Filling Jobs With Different Generations and What That Means For HR Professionals
By: Alyse Kassa
Matching an employee with the correct company has many factors. Not everyone can work under the same conditions, in the same culture, with the same benefits, etc. Increasingly, the different generations in the work force, Baby Boomers, Generation X and Generation Y or millenials, all have different characteristics that can require different types of HR management. For any company struggling with employee retention, this could be the missing piece. Understanding how each generation works the best will help keep your employees the happiest.

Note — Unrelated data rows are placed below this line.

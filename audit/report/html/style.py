"""The style sheet of the HTML report: one block of CSS, every rule under ``.netdim``.

Scoped to the report's own element so that a notebook showing a result keeps
its own look; no web fonts, no images, nothing fetched. Tones and marks are
told apart by weight and style as well as colour, so a grey-scale print
keeps them apart.
"""

from __future__ import annotations

__all__ = ["CSS"]

CSS = """
.netdim { font-family: system-ui, -apple-system, "Segoe UI", Roboto, "DejaVu Sans", sans-serif;
  color: #1b1b1b; background: #fff; line-height: 1.45; max-width: 64rem; margin: 0 auto;
  padding: 1rem 1.25rem 3rem; }
.netdim h1 { font-size: 1.5rem; margin: .3rem 0 .5rem; }
.netdim h2 { font-size: 1.2rem; margin: 2.2rem 0 .6rem; padding-bottom: .2rem; border-bottom: 1px solid #b5b5b5; }
.netdim h3 { font-size: 1rem; margin: 1.3rem 0 .4rem; }
.netdim p { margin: .4rem 0; }
.netdim .caution { border-left: 4px solid #1b1b1b; background: #f1f1f1; padding: .5rem .8rem;
  font-style: italic; }
.netdim nav.contents { font-size: .9rem; }
.netdim nav.contents ol { margin: .2rem 0; padding-left: 1.4rem; columns: 2; }
.netdim nav.contents a { color: #1b1b1b; }
.netdim dl.fields { display: grid; grid-template-columns: max-content 1fr; gap: .15rem 1.1rem; margin: .4rem 0; }
.netdim dl.fields dt { font-weight: 600; }
.netdim dl.fields dd { margin: 0; }
.netdim dl.fields ul { margin: .1rem 0; padding-left: 1.1rem; }
.netdim .table-wrap { overflow-x: auto; margin: .4rem 0; }
.netdim table { border-collapse: collapse; font-size: .9rem; font-variant-numeric: tabular-nums; }
.netdim th, .netdim td { padding: .18rem .5rem; border-bottom: 1px solid #dcdcdc; text-align: left;
  vertical-align: top; }
.netdim thead th { border-bottom: 2px solid #1b1b1b; vertical-align: bottom; }
.netdim .num { text-align: right; white-space: nowrap; }
.netdim .name { white-space: nowrap; font-weight: 500; }
.netdim td.bar { min-width: 7rem; }
.netdim span.bar { display: inline-block; height: .7rem; background: #1b1b1b; vertical-align: middle; }
.netdim details > summary { cursor: pointer; color: #333; margin: .3rem 0; }
.netdim .tone-strong { font-weight: 700; }
.netdim .tone-muted, .netdim .note { color: #555; }
.netdim .note { font-size: .9rem; font-style: italic; }
.netdim .tone-alert { color: #9b0000; font-weight: 700; text-decoration: underline; }
.netdim .tone-warning { color: #6b4400; font-style: italic; }
.netdim ul.findings { padding-left: 1.2rem; }
.netdim ul.findings li { margin: .45rem 0; }
.netdim pre.command { background: #f3f3f3; border: 1px solid #dedede; padding: .35rem .6rem; margin: .3rem 0;
  overflow-x: auto; font-size: .85rem; }
.netdim figure.chart { margin: 1rem 0 1.6rem; }
.netdim figure.chart figcaption { margin-bottom: .3rem; }
.netdim .chart-title { font-weight: 700; font-size: .98rem; }
.netdim .chart-note { font-size: .88rem; color: #333; max-width: 52rem; }
.netdim svg.chart-image { width: 100%; height: auto; display: block; }
.netdim svg.chart-image * { stroke-linejoin: round; stroke-linecap: butt; }
.netdim footer { margin-top: 2.5rem; font-size: .85rem; color: #444; }
@media print {
  .netdim nav.contents { display: none; }
  .netdim figure.chart, .netdim table { break-inside: avoid; }
}
""".strip()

Because everyone in the three generations have grown up in different times, with different history, and use of technology, it is no wonder they will have different skill sets. Fortunately for employers, millenials have an overwhelming need to achieve. Since they have always grown up with technology and are used to being in constant connection with whoever they went, whether it be friends, family, and supervisors, they are most willing to finish work at home. HR professionals have only recently experienced a large amount of millenials in the work force and they can require different types of HR management due to their constant use of technology and how that has shaped them.

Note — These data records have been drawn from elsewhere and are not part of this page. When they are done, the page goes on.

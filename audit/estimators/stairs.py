"""The winding stairs estimator: every total index from N(G + 1) evaluations.

Per design point the rows walk from A to B one input (or group) at a time,
along the path pi_1, ..., pi_G (the inputs in order, or the groups in the order
given):

    x^0 = A,   x^i = x^{i-1} with the columns of pi_i taken from B,   x^G = B

(when the groups cover every input). Consecutive rows differ in pi_i alone, so
every evaluation but the two ends serves two differences, and

* total index: ``tau_{pi_i} = E[(f(x^{i-1}) - f(x^i))^2] / 2`` (each pair is
  (x, x with z_{pi_i}) for independent x, z);
* variance from the 2N values f(x^0) and f(x^G), both distributed as f(x)
  (Chan's merge);
* ``nu = sum_i tau_{pi_i} / sigma^2``.

First-order indices are not available: a first-order index of x_j needs two
rows that share x_j and nothing else, and along the stairs only
(x^1, x^G) and (x^0, x^{G-1}) do so -- for the first and the last input of the
path alone. The estimator reports total indices and the mean dimension.

Every row is a fixed function of one point (A, B) of the design, so with
scrambled Sobol' points each difference is an RQMC integrand in 2d dimensions.

References
----------
.. [1] "Efficient estimation of the ANOVA mean dimension, with an application
   to neural net classification", SIAM/ASA J. Uncertainty Quantification, 2021
   (the winding stairs design for the mean dimension, N(d + 1) evaluations).
.. [2] "Estimating mean dimensionality of analysis of variance
   decompositions", J. Amer. Statist. Assoc., 2006 (nu = sum of total indices).
"""

from __future__ import annotations

from collections.abc import Sequence
from typing import Any

import numpy as np

from .totals import TotalSums

__all__ = ["StairsSums", "WindingStairs"]


class StairsSums(TotalSums):
    """Sums of the winding stairs for ``k`` units and ``g`` steps (see :class:`~audit.estimators.totals.TotalSums`)."""

    def add(self, y: np.ndarray, context: Any = None) -> None:
        """Add the outputs ``y`` (n (g + 1), k) of a block's rows, laid out as :meth:`WindingStairs.layout`."""
        n = y.shape[0] // (self.g + 1)
        Y = y.reshape(self.g + 1, n, -1)
        diff = Y[1:] - Y[:-1]
        self.add_parts(np.concatenate([Y[0], Y[-1]]), diff * diff)


class WindingStairs:
    """Total indices of every input and the mean dimension from N(G + 1) evaluations.

    Parameters
    ----------
    d : int
        Number of inputs.
    groups : sequence of sequence of int, optional
        Disjoint groups of inputs changed together, in the order of the path;
        default one step per input, in input order.

    Examples
    --------
    >>> import numpy as np
    >>> from audit.design import Design
    >>> from audit.estimators import make_estimator
    >>> from audit.inputs import Law
    >>> est = make_estimator("stairs", d=2)
    >>> est.rows_per_point()
    3
    >>> block = Design([Law("uniform")] * 2, 64, 1, seed=3).block(0, 0, 64)
    >>> rows, context = est.layout(block, np.float64)
    >>> sums = est.sums(1, True, block)
    >>> sums.add((rows[:, 0] + rows[:, 1])[:, None], context)
    >>> r = sums.finish(ddof=0)
    >>> bool(abs(r.total_sum[0] / r.variance[0] - 1) < 0.05)      # additive: nu = 1
    True
    """

    name = "stairs"
    label = "winding stairs (total indices, one input changed at a time)"
    help = "every total index and the mean dimension, N(d+1) evaluations per randomization; no first-order indices"
    copies = 2
    first_order = False
    replicates = 8

    @classmethod
    def build(cls, d: int, points: int, groups: Sequence[Sequence[int]] | None = None) -> WindingStairs:
        """The registry's constructor (:func:`audit.estimators.make_estimator`)."""
        return cls(d, groups)

    def __init__(self, d: int, groups: Sequence[Sequence[int]] | None = None) -> None:
        self.d = int(d)
        step = np.full(self.d, -1, dtype=np.intp)  # the step at which each column changes (-1: never)
        if groups is None:
            step[:] = np.arange(self.d)
            self.g = self.d
        else:
            for i, cols in enumerate(groups):
                cols = np.asarray(cols, dtype=np.intp)
                if (step[cols] >= 0).any() or len(set(cols.tolist())) != len(cols):
                    raise ValueError("the winding stairs need disjoint groups of inputs.")
                step[cols] = i
            self.g = len(groups)
        # mask[i, c]: column c of row x^i comes from B
        self.mask = (step[None, :] >= 0) & (step[None, :] < np.arange(self.g + 1)[:, None])

    def rows_per_point(self) -> int:
        return self.g + 1

    def check(self, points: int) -> None:
        return None

    def layout(self, block: Any, dtype: Any) -> tuple[np.ndarray, None]:
        """Rows x^0 = A, x^1, ..., x^G as one (n (G + 1), d) array."""
        A, B = block.A.astype(dtype, copy=False), block.B.astype(dtype, copy=False)
        n, d = A.shape
        X = np.where(self.mask[:, None, :], B[None], A[None])
        return X.reshape((self.g + 1) * n, d), None

    def sums(self, units: int, detail: bool, block: Any = None) -> StairsSums:
        return StairsSums(units, self.g, detail)

    def restore(self, state: dict[str, np.ndarray]) -> StairsSums:
        return StairsSums.from_state(state)

    def state_size(self, units: int, detail: bool) -> int:
        return units * ((self.g if detail else 1) + 2) + self.g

The best way for HR professionals to address employees of different generations is to offer a variety of practices and benefit packages so that an employee can choose what is best suited to them. Everyone working for a company is not the same. Millennials seek flexibility in the work place when it comes to time spent at the office, assignments, and work locations. Baby boomers are more traditional and loyal to a company, however the millennials can be of great help to them in regard to technology. Millennials are most likely to choose high compensation packages because they seek materialistic items and have a higher standard of living with technology and their social life. Baby boomers and Generation Xers are most likely to choose packages more geared toward saving for their retirement.